- (1) The assigned JPO, facility nursing staff, and the facility case manager shall work together to ensure that all medical information requiring parental follow-up is communicated to the responsible parent/guardian/assigned custodian prior to the youth’s exit from the facility.
- (2) The youth’s Juvenile Probation Officer, parent/guardian/assigned custodian, the facility case manager and conditional release provider as applicable shall be notified regarding pending or unresolved health care issues upon the youth’s release to the community.
- (3) For youth who will not be in the physical custody of the department, the parent or guardian/assigned custodian is responsible for arranging the youth’s health care services upon release.
- (4) Transitional health care planning shall begin within 45-60 days prior to the youth’s anticipated release to the community from a residential commitment program.
- (5) A Parental Notification of Health-Related Care form (HS 020) shall be sent in advance to the parent or guardian/assigned custodian by the facility with any information on upcoming appointments.
- (6) Fourteen (14) days prior to discharge, the residential commitment program shall again review the need for any upcoming appointments and notify the parent or guardian/assigned custodian.
- (7) Final medical follow-up information shall be provided to the parent or guardian/assigned custodian on the Health Discharge Summary Transfer Note (HS 012, March 2024) when the youth is released. The Health Discharge Summary Transfer Note (HS 012, March 2024) is incorporated into this rule and is available electronically at HYPERLINK "http://www.flrules.org/Gateway/reference.asp?No=Ref-17519"http://www.flrules.org/Gateway/reference.asp?No=Ref-17519.
- (8) Medical conditions reportable as per state regulations require instructions to the youth and parent for medical follow-up with the local county health department.
- (9) Efforts to make medical appointments with community providers shall be documented in the Individual Health Care Record by the facility releasing the youth.
- (10) Specific instructions given to the youth about follow-up health care shall be noted in the Health Education Record (HS 013).
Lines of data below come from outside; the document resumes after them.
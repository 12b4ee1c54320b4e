package api

import (
	"math"
	"strconv"
	"strings"

	"github.com/go-json-experiment/json/jsontext"
)

// escapePointer writes a name as part of a JSON Pointer (RFC 6901).
func escapePointer(name string) string {
	return strings.NewReplacer("~", "~0", "/", "~1").Replace(clip(name, 60))
}

// quoted is a value as it may stand in a sentence: short, and in quotes.
func quoted(s string) string { return strconv.Quote(clip(s, 60)) }

// clip shortens a text of the caller's.
func clip(s string, most int) string {
	if len(s) <= most {
		return s
	}
	return strings.ToValidUTF8(s[:most], "") + "…"
}

// jsonString is a text as JSON. What is no UTF-8 in it comes as U+FFFD.
func jsonString(s string) jsontext.Value {
	v, err := jsontext.AppendQuote(nil, strings.ToValidUTF8(s, "\uFFFD"))
	if err != nil {
		return jsontext.Value(`""`)
	}
	return v
}

// number is a number of a record: nil, and null in JSON, where it is not finite.
func number(x float64) *float64 {
	if math.IsNaN(x) || math.IsInf(x, 0) {
		return nil
	}
	return &x
}
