// A case is built from nothing with the keyboard alone: a kind is picked, inputs
// are typed, a mistake is shown where it is and goes away, an input is added from
// the search box, a slider shows another class, and the case is taken away.
func TestByKeyboard(t *testing.T) {
	p := open(t, "/", wide)
	p.state("empty")
	p.tabTo("input[name=kind]")
	p.keys(kb.ArrowRight)
	p.until(`document.querySelector("input[name=kind]:checked")?.value === "cylinder"`)
	p.keys(kb.Enter)
	p.until(`document.activeElement.id === "f-structure-diameter"`)
	p.state("refused")
	if got := p.text(`document.querySelectorAll("[aria-invalid]").length`); got != "0" {
		t.Errorf("%s inputs are called wrong before anything was typed", got)
	}

	p.keys("3 kg")
	p.until(`document.activeElement.getAttribute("aria-invalid") === "true"`)
	described := `document.activeElement.getAttribute("aria-describedby").split(" ").map((id) => document.getElementById(id).textContent).join(" ")`
	if got := p.text(described); !strings.Contains(got, "kg is the unit of a mass, not of a length") || !strings.Contains(got, "Outer diameter") {
		t.Errorf("the input is described by %q", got)
	}
	if got := p.text(`document.querySelector("#trouble").innerText`); !strings.Contains(got, "1 input needs attention") {
		t.Errorf("the summary says %q", got)
	}
	p.fill("f-structure-diameter", "300 mm")
	p.fill("f-structure-length", "40 m")
	p.answered()
	p.until(`!document.querySelector("[aria-invalid]") && document.querySelector("#trouble").hidden`)
	p.fill("f-structure-damping_ratio", "0.5 %")
	p.until(`document.activeElement.value === "0.5 %"`)

	// From the search box.
	p.add("mass per length", "f-structure-mass_per_length")
	p.keys("180 kg/m")
	p.add("natural frequency without", "f-structure-frequency_dry")
	p.keys("1.2 Hz")
	p.tabTo("#f-fluid-name")
	p.keys("sea")
	p.tabTo("#f-flow-speed")
	p.keys("1.1 m/s")
	p.until(`document.querySelector("#part-numbers")?.innerText.includes("shedding")`)
	class := p.text(`document.querySelector("#class code").textContent`)
	if got := p.text(`document.querySelector("#say").textContent`); !strings.HasPrefix(got, "Recommended: ") || !strings.HasPrefix(p.text(`document.querySelector("#class").textContent`), got[len("Recommended: "):len(got)-1]) {
		t.Errorf("who listens hears %q", got)
	}

	// A slider, by the contents of the answer.
	p.tabTo(".contents a[href='#part-whatif']")
	p.keys(kb.Enter)
	p.until(`document.activeElement.id === "part-whatif"`)
	p.tabTo("#if-flow-speed")
	p.keys(kb.Home)
	p.until(`document.querySelector("#if-flow-speed-class").classList.contains("turned")`)
	if got := p.text(`document.querySelector("#if-flow-speed").getAttribute("aria-valuetext")`); !strings.HasPrefix(got, "0.11 m/s, then ") {
		t.Errorf("the slider says %q", got)
	}
	if got := p.text(`document.querySelector("#class code").textContent`); got != class {
		t.Errorf("the case itself became %s", got)
	}
	p.tabTo("#part-whatif .use:not([hidden])")
	p.keys(kb.Enter)
	p.until(fmt.Sprintf(`document.querySelector("#f-flow-speed").value === "0.11 m/s" && document.querySelector("#class code").textContent !== %q`, class))

	// Taken away, it is a case that the service answers alike.
	p.text(`document.querySelector("#case").focus()`)
	p.tabTo(".contents a[href='#part-copies']")
	p.keys(kb.Enter)
	p.tabTo("#copy-json")
	p.keys(kb.Enter)
	p.until(`document.querySelector("#copied")?.value`)
	copied := p.text(`document.querySelector("#copied").value`)
	if digest := p.digest(copied); !strings.HasPrefix(digest, p.shownDigest()) {
		t.Errorf("the digest shown is %s, of the copied case %s", p.shownDigest(), digest)
	}
	for _, part := range []string{`"diameter": "300 mm"`, `"damping_ratio": "0.5 %"`, `"name": "seawater"`, `"speed": "0.11 m/s"`, `"kind": "cylinder"`} {
		if !strings.Contains(copied, part) {
			t.Errorf("no %s in %s", part, copied)
		}
	}
}

// add looks for an input in the search box and adds the first one found, which
// has the focus then.
func (p *tab) add(words, id string) {
	p.t.Helper()
	p.text(`document.querySelector("#case").focus()`)
	p.tabTo("#add")
	p.keys(words)
	p.until(`document.querySelector("#adder-list [aria-selected=true]")`)
	p.keys(kb.Enter)
	p.until(fmt.Sprintf(`document.activeElement.id === %q`, id))
}

// shownDigest is the beginning of the digest of the case, as the page shows it.
func (p *tab) shownDigest() string {
	p.t.Helper()
	return p.text(`document.querySelector("#part-numbers > p code").textContent`)
}

// digest asks the service for the digest of a case.
func (p *tab) digest(kase string) string {
	p.t.Helper()
	r, err := http.Post(p.base+"/v1/classify?fields=digest", "application/json", strings.NewReader(kase))
	p.must(err)
	defer r.Body.Close()
	var answer struct {
		Digest string `json:"digest"`
	}
	p.must(json.UnmarshalRead(r.Body, &answer))
	if r.StatusCode != http.StatusOK || answer.Digest == "" {
		p.t.Fatalf("status %d for %s", r.StatusCode, kase)
	}
	return answer.Digest
}

// Every demo case comes back from its link as it was, in a browser that has
// never seen it. All are opened; the service says whether they are the same.
func TestLinks(t *testing.T) {
	p := open(t, "/", wide)
	names := strings.Split(p.text(`[...document.querySelectorAll("#example optgroup option")].map((o) => o.value).join(" ")`), " ")
	for _, name := range names {
		p.example(name)
		p.until(`location.hash.startsWith("#case=")`)
		copied := p.text(`import("/sheet/case.js").then((m) => JSON.stringify(m.fromLink(location.hash.slice(6))))`)
		original := p.text(fmt.Sprintf(`fetch("/examples.json").then((r) => r.json()).then((l) => JSON.stringify(l.examples.find((e) => e.name === %q).case))`, name))
		if p.digest(copied) != p.digest(original) {
			t.Errorf("%s: the link holds another case: %s", name, copied)
		}
		if left := p.text(`document.querySelectorAll("[aria-labelledby=strangers]").length`); left != "0" {
			t.Errorf("%s: inputs that the sheet does not know", name)
		}
	}
	if len(names) < 45 {
		t.Errorf("%d cases", len(names))
	}

	p.example("dolphin-pile")
	p.text(`document.querySelector("#copy-link").click()`)
	p.until(`document.querySelector("#copied").value`)
	link := p.text(`document.querySelector("#copied").value`)
	other := newTab(t, p.base, strings.TrimPrefix(link, p.base), wide)
	other.answered()
	if one, two := p.shownDigest(), other.shownDigest(); one != two {
		t.Errorf("digest %s, in the other tab %s", one, two)
	}
	values := `[...document.querySelectorAll("#fields input, #fields select")].map((e) => e.id + "=" + e.value).join("\n")`
	if one, two := p.text(values), other.text(values); one != two {
		t.Errorf("the inputs differ:\n%s\n\n%s", one, two)
	}
}

// A link that is cut short says so, and leaves an empty sheet.
func TestBrokenLink(t *testing.T) {
	p := open(t, "/#case=eyJz", wide)
	p.state("empty")
	if got := p.text(`document.querySelector("#message").textContent`); !strings.Contains(got, "no case that can be read") {
		t.Errorf("%q", got)
	}
}

func TestKindInAddress(t *testing.T) {
	p := open(t, "/?kind=plate", wide)
	p.until(`document.querySelector("#f-structure-thickness")`)
	if got := p.text(`document.querySelector("input[name=kind]:checked").value`); got != "plate" {
		t.Error(got)
	}
}

// What someone types or pastes never becomes anything but text.
func TestTextStaysText(t *testing.T) {
	p := open(t, "/", wide)
	attack := `<img src=x onerror="document.title='taken'"><script>document.title='taken'</script>`
	kase, err := json.Marshal(map[string]any{
		"title": attack, attack: attack, "__proto__x": 1, "fluid": map[string]any{"name": attack, attack: 1},
		"structure": map[string]any{"kind": "plate", "length": attack, "width": "1 m", attack: attack}})
	p.must(err)
	p.text(fmt.Sprintf(`(() => { document.querySelector("#paste").value = %q; document.querySelector("#paste-read").click(); })()`, kase))
	p.state("refused")
	p.until(`document.querySelector("#trouble").innerText.includes("onerror")`)
	if got := p.text(`document.querySelectorAll("main img, main script").length + " " + document.title.startsWith("taken")`); got != "0 false" {
		t.Error(got)
	}
	if got := p.text(`document.querySelector("#f-title").value`); got != attack {
		t.Errorf("the title is %q", got)
	}
	// What the sheet does not know is listed, and can be taken out.
	p.text(`[...document.querySelectorAll("[aria-labelledby=strangers] button")].forEach((b) => b.click())`)
	p.until(`!document.querySelector("#trouble").innerText.includes("No field is called")`)
}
- (11) The youth’s medication shall be provided to the youth’s parent or guardian/assigned custodian at the time of release from the program. The medication must be in an individually labeled, youth-specific, prescription container generated by a pharmacy vendor.
- (12) Prescription medications shall not be released solely to the youth unless the youth is at least 18 years of age or legally emancipated.
- (13) Verification of the parents or guardian/assigned custodian’s acceptance of the youth’s medication shall be documented in the Individual Health Care Record utilizing the Medication Receipt, Transfer, and Disposition (Discharge) form (HS 053).
- (14) The youth’s parent or guardian/assigned custodian shall be provided with a 30-day prescription from the facility DHA/designee or Psychiatrist/designee for any medication(s) that a youth will continue after release.
- (15) The prescription copy shall be placed in the youth’s Individual Health Care Record.
- (16) When required, a DNA specimen shall be obtained as per section 943.325, F.S., using the FDLE kit prior to the youth’s release into the community.
- (17) A summary of health-related needs shall be included in the residential program’s exit conference for the youth.
- (18) Statutorily protected health-related information shall not be provided to parents unless the youth has given permission.
- (19) The Individual Health Care Record and Case Management File comprise the youth’s official file, and are to be stored together.
Rulemaking Authority 985.64(2) FS. Law Implemented 985.64(2), 985.145, 985.18 FS. History–New 3-16-14, Amended 2-5-25.